Supplied material —
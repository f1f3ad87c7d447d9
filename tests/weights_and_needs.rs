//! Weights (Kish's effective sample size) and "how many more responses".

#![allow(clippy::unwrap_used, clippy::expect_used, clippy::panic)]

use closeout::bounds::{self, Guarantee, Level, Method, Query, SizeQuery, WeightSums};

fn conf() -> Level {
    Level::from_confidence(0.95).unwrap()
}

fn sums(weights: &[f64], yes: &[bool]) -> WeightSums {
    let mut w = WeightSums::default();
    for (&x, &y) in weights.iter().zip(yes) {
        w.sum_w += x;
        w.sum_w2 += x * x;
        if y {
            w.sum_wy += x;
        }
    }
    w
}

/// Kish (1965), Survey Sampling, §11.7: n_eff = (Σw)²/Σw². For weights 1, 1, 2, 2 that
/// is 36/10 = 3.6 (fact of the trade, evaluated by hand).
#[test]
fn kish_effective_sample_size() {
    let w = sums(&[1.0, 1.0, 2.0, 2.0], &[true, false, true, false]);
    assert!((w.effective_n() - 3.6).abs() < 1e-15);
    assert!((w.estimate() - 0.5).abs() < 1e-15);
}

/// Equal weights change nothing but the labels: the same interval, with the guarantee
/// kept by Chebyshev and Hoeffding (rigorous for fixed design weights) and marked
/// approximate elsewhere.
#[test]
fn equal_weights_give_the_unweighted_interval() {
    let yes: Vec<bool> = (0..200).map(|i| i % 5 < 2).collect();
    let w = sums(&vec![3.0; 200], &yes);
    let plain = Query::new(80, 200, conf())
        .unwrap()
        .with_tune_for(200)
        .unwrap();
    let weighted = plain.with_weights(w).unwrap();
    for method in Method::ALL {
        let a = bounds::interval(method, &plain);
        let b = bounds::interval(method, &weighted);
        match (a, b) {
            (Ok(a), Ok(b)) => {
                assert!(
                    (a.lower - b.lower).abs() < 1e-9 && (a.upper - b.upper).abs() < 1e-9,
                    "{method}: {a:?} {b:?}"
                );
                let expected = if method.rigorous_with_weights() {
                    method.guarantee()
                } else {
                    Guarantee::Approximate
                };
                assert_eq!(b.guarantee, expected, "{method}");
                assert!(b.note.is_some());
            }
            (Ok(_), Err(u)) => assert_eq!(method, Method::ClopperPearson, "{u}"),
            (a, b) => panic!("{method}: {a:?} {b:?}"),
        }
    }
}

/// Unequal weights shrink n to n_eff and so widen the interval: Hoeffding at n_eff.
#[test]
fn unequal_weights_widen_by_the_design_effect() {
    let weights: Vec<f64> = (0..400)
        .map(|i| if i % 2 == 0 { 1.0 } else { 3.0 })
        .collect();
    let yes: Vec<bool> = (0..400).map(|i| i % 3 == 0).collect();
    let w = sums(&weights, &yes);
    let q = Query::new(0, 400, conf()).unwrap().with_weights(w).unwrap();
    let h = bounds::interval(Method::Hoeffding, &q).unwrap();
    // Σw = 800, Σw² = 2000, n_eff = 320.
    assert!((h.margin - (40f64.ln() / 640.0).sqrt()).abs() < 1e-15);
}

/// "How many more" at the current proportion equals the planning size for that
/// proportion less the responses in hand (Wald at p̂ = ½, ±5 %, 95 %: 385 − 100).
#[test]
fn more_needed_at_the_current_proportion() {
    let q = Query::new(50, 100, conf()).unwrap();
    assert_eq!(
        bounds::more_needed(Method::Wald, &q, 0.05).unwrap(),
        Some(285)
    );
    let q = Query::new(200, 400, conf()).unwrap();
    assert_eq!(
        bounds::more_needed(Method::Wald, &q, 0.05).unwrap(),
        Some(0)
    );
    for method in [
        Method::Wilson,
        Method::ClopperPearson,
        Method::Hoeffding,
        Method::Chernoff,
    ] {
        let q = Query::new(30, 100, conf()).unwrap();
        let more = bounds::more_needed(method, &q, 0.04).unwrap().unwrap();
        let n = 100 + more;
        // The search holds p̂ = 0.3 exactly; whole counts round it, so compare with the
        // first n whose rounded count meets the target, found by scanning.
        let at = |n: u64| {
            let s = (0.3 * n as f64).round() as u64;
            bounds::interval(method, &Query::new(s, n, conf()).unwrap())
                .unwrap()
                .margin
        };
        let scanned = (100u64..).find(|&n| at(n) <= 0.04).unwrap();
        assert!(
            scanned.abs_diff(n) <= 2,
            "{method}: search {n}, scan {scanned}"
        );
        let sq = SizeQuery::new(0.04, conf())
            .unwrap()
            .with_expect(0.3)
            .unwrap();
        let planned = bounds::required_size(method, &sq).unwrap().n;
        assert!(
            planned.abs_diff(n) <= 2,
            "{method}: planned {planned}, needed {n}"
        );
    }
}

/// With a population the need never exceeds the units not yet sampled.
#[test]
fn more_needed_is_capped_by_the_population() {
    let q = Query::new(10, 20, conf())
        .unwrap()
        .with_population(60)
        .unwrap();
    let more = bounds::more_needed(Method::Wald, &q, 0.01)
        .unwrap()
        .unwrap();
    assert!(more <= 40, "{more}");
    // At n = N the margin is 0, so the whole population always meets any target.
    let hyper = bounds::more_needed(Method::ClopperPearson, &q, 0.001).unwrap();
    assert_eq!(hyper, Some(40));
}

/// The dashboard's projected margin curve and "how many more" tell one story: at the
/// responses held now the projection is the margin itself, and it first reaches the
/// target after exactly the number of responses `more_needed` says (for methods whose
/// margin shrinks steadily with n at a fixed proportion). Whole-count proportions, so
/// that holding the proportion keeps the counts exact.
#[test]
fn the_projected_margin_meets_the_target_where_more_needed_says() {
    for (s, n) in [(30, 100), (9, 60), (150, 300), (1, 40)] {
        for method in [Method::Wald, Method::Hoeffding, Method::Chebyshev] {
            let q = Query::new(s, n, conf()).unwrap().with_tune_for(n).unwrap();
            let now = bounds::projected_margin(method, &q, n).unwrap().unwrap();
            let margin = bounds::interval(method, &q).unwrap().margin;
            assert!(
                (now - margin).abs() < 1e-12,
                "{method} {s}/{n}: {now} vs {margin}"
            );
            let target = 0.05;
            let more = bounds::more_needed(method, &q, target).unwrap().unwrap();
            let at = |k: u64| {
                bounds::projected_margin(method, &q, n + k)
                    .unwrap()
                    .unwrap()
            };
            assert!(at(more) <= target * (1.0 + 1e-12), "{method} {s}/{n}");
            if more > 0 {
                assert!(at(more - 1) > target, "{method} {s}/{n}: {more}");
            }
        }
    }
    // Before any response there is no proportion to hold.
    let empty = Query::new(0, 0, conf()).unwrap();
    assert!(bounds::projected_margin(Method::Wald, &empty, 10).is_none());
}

Exercise aim — Write out each entry above exactly as it is written.

Result of the exercise —
repository f1f3ad87c7d447d9
filename tests/weights_and_needs.rs
//! Weights (Kish's effective sample size) and "how many more responses".

#![allow(clippy::unwrap_used, clippy::expect_used, clippy::panic)]

use closeout::bounds::{self, Guarantee, Level, Method, Query, SizeQuery, WeightSums};

fn conf() -> Level {
    Level::from_confidence(0.95).unwrap()
}

fn sums(weights: &[f64], yes: &[bool]) -> WeightSums {
    let mut w = WeightSums::default();
    for (&x, &y) in weights.iter().zip(yes) {
        w.sum_w += x;
        w.sum_w2 += x * x;
        if y {
            w.sum_wy += x;
        }
    }
    w
}

/// Kish (1965), Survey Sampling, §11.7: n_eff = (Σw)²/Σw². For weights 1, 1, 2, 2 that
/// is 36/10 = 3.6 (fact of the trade, evaluated by hand).
#[test]
fn kish_effective_sample_size() {
    let w = sums(&[1.0, 1.0, 2.0, 2.0], &[true, false, true, false]);
    assert!((w.effective_n() - 3.6).abs() < 1e-15);
    assert!((w.estimate() - 0.5).abs() < 1e-15);
}

/// Equal weights change nothing but the labels: the same interval, with the guarantee
/// kept by Chebyshev and Hoeffding (rigorous for fixed design weights) and marked
/// approximate elsewhere.
#[test]
fn equal_weights_give_the_unweighted_interval() {
    let yes: Vec<bool> = (0..200).map(|i| i % 5 < 2).collect();
    let w = sums(&vec![3.0; 200], &yes);
    let plain = Query::new(80, 200, conf())
        .unwrap()
        .with_tune_for(200)
        .unwrap();
    let weighted = plain.with_weights(w).unwrap();
    for method in Method::ALL {
        let a = bounds::interval(method, &plain);
        let b = bounds::interval(method, &weighted);
        match (a, b) {
            (Ok(a), Ok(b)) => {
                assert!(
                    (a.lower - b.lower).abs() < 1e-9 && (a.upper - b.upper).abs() < 1e-9,
                    "{method}: {a:?} {b:?}"
                );
                let expected = if method.rigorous_with_weights() {
                    method.guarantee()
                } else {
                    Guarantee::Approximate
                };
                assert_eq!(b.guarantee, expected, "{method}");
                assert!(b.note.is_some());
            }
            (Ok(_), Err(u)) => assert_eq!(method, Method::ClopperPearson, "{u}"),
            (a, b) => panic!("{method}: {a:?} {b:?}"),
        }
    }
}

/// Unequal weights shrink n to n_eff and so widen the interval: Hoeffding at n_eff.
#[test]
fn unequal_weights_widen_by_the_design_effect() {
    let weights: Vec<f64> = (0..400)
        .map(|i| if i % 2 == 0 { 1.0 } else { 3.0 })
        .collect();
    let yes: Vec<bool> = (0..400).map(|i| i % 3 == 0).collect();
    let w = sums(&weights, &yes);
    let q = Query::new(0, 400, conf()).unwrap().with_weights(w).unwrap();
    let h = bounds::interval(Method::Hoeffding, &q).unwrap();
    // Σw = 800, Σw² = 2000, n_eff = 320.
    assert!((h.margin - (40f64.ln() / 640.0).sqrt()).abs() < 1e-15);
}

/// "How many more" at the current proportion equals the planning size for that
/// proportion less the responses in hand (Wald at p̂ = ½, ±5 %, 95 %: 385 − 100).
#[test]
fn more_needed_at_the_current_proportion() {
    let q = Query::new(50, 100, conf()).unwrap();
    assert_eq!(
        bounds::more_needed(Method::Wald, &q, 0.05).unwrap(),
        Some(285)
    );
    let q = Query::new(200, 400, conf()).unwrap();
    assert_eq!(
        bounds::more_needed(Method::Wald, &q, 0.05).unwrap(),
        Some(0)
    );
    for method in [
        Method::Wilson,
        Method::ClopperPearson,
        Method::Hoeffding,
        Method::Chernoff,
    ] {
        let q = Query::new(30, 100, conf()).unwrap();
        let more = bounds::more_needed(method, &q, 0.04).unwrap().unwrap();
        let n = 100 + more;
        // The search holds p̂ = 0.3 exactly; whole counts round it, so compare with the
        // first n whose rounded count meets the target, found by scanning.
        let at = |n: u64| {
            let s = (0.3 * n as f64).round() as u64;
            bounds::interval(method, &Query::new(s, n, conf()).unwrap())
                .unwrap()
                .margin
        };
        let scanned = (100u64..).find(|&n| at(n) <= 0.04).unwrap();
        assert!(
            scanned.abs_diff(n) <= 2,
            "{method}: search {n}, scan {scanned}"
        );
        let sq = SizeQuery::new(0.04, conf())
            .unwrap()
            .with_expect(0.3)
            .unwrap();
        let planned = bounds::required_size(method, &sq).unwrap().n;
        assert!(
            planned.abs_diff(n) <= 2,
            "{method}: planned {planned}, needed {n}"
        );
    }
}

/// With a population the need never exceeds the units not yet sampled.
#[test]
fn more_needed_is_capped_by_the_population() {
    let q = Query::new(10, 20, conf())
        .unwrap()
        .with_population(60)
        .unwrap();
    let more = bounds::more_needed(Method::Wald, &q, 0.01)
        .unwrap()
        .unwrap();
    assert!(more <= 40, "{more}");
    // At n = N the margin is 0, so the whole population always meets any target.
    let hyper = bounds::more_needed(Method::ClopperPearson, &q, 0.001).unwrap();
    assert_eq!(hyper, Some(40));
}

/// The dashboard's projected margin curve and "how many more" tell one story: at the
/// responses held now the projection is the margin itself, and it first reaches the
/// target after exactly the number of responses `more_needed` says (for methods whose
/// margin shrinks steadily with n at a fixed proportion). Whole-count proportions, so
/// that holding the proportion keeps the counts exact.
#[test]
fn the_projected_margin_meets_the_target_where_more_needed_says() {
    for (s, n) in [(30, 100), (9, 60), (150, 300), (1, 40)] {
        for method in [Method::Wald, Method::Hoeffding, Method::Chebyshev] {
            let q = Query::new(s, n, conf()).unwrap().with_tune_for(n).unwrap();
            let now = bounds::projected_margin(method, &q, n).unwrap().unwrap();
            let margin = bounds::interval(method, &q).unwrap().margin;
            assert!(
                (now - margin).abs() < 1e-12,
                "{method} {s}/{n}: {now} vs {margin}"
            );
            let target = 0.05;
            let more = bounds::more_needed(method, &q, target).unwrap().unwrap();
            let at = |k: u64| {
                bounds::projected_margin(method, &q, n + k)
                    .unwrap()
                    .unwrap()
            };
            assert!(at(more) <= target * (1.0 + 1e-12), "{method} {s}/{n}");
            if more > 0 {
                assert!(at(more - 1) > target, "{method} {s}/{n}: {more}");
            }
        }
    }
    // Before any response there is no proportion to hold.
    let empty = Query::new(0, 0, conf()).unwrap();
    assert!(bounds::projected_margin(Method::Wald, &empty, 10).is_none());
}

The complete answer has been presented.